(Saved entries)
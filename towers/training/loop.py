"""The gradient training loop: vectorised minibatches, sampled negatives, sparse id updates.

Objective (per training pair, averaged):
    J = 1/N sum_p w_p [ l(s_p, y_p) + sum_j l(s_pj, 0) ]
        + lambda/(2N) sum_e (||e_e||^2 + b_e^2) + (wd/2) ||theta||^2
The id-row penalty is spread over a row's pairs (1/n_e per pair), so each minibatch is an unbiased
estimate of J and full-batch training minimises it exactly. Under loss: softmax the bracket is the
in-batch sampled softmax of model/losses.in_batch_softmax_loss (the batch's other items as negatives),
computed a block of rows at a time (blocked_in_batch_softmax_loss).
Validation, early stopping and Ctrl-C are training/stopping.py's, shared with ALS.
"""

from __future__ import annotations

import math
import sys
import time
from collections.abc import Callable
from pathlib import Path

import torch
from tqdm import tqdm

from towers.atomic import write_atomic
from towers.collective import across, gather_objects, largest, rank_and_size, share_rows, summed
from towers.config import Config
from towers.data.features import block_len, take
from towers.data.history import HISTORY, before, without_targets
from towers.data.prepare import Prepared
from towers.errors import TowersError
from towers.memory import reuse_freed_memory
from towers.model.bundle import load_payload
from towers.model.losses import blocked_in_batch_softmax_loss, logistic_loss, squared_loss
from towers.model.towers import Tower, TwoTowerModel, whole_bias
from towers.training.distributed import GradientExchange, mean_over_processes
from towers.training.negatives import NegativeSampler, log_batch_share
from towers.training.objectives import (
    IdRowObjective,
    SquaredNorms,
    id_counts,
    output_is_id_row,
)
from towers.training.optimizers import make_optimizers, rate_factor, set_rates
from towers.training.order import Shuffled, Windowed, restore
from towers.training.order import draw as draw_order
from towers.training.progress import log, show_bar
from towers.training.stopping import (
    EarlyStopping,
    StopRequest,
    TrainingDiverged,
    TrainingInterrupted,
    TrainResult,
)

= Task objective =
Take the lines above and retype all of them exactly.

= Answer to the problem =
filename towers/training/loop.py
"""The gradient training loop: vectorised minibatches, sampled negatives, sparse id updates.

Objective (per training pair, averaged):
    J = 1/N sum_p w_p [ l(s_p, y_p) + sum_j l(s_pj, 0) ]
        + lambda/(2N) sum_e (||e_e||^2 + b_e^2) + (wd/2) ||theta||^2
The id-row penalty is spread over a row's pairs (1/n_e per pair), so each minibatch is an unbiased
estimate of J and full-batch training minimises it exactly. Under loss: softmax the bracket is the
in-batch sampled softmax of model/losses.in_batch_softmax_loss (the batch's other items as negatives),
computed a block of rows at a time (blocked_in_batch_softmax_loss).
Validation, early stopping and Ctrl-C are training/stopping.py's, shared with ALS.
"""

from __future__ import annotations

import math
import sys
import time
from collections.abc import Callable
from pathlib import Path

import torch
from tqdm import tqdm

from towers.atomic import write_atomic
from towers.collective import across, gather_objects, largest, rank_and_size, share_rows, summed
from towers.config import Config
from towers.data.features import block_len, take
from towers.data.history import HISTORY, before, without_targets
from towers.data.prepare import Prepared
from towers.errors import TowersError
from towers.memory import reuse_freed_memory
from towers.model.bundle import load_payload
from towers.model.losses import blocked_in_batch_softmax_loss, logistic_loss, squared_loss
from towers.model.towers import Tower, TwoTowerModel, whole_bias
from towers.training.distributed import GradientExchange, mean_over_processes
from towers.training.negatives import NegativeSampler, log_batch_share
from towers.training.objectives import (
    IdRowObjective,
    SquaredNorms,
    id_counts,
    output_is_id_row,
)
from towers.training.optimizers import make_optimizers, rate_factor, set_rates
from towers.training.order import Shuffled, Windowed, restore
from towers.training.order import draw as draw_order
from towers.training.progress import log, show_bar
from towers.training.stopping import (
    EarlyStopping,
    StopRequest,
    TrainingDiverged,
    TrainingInterrupted,
    TrainResult,
)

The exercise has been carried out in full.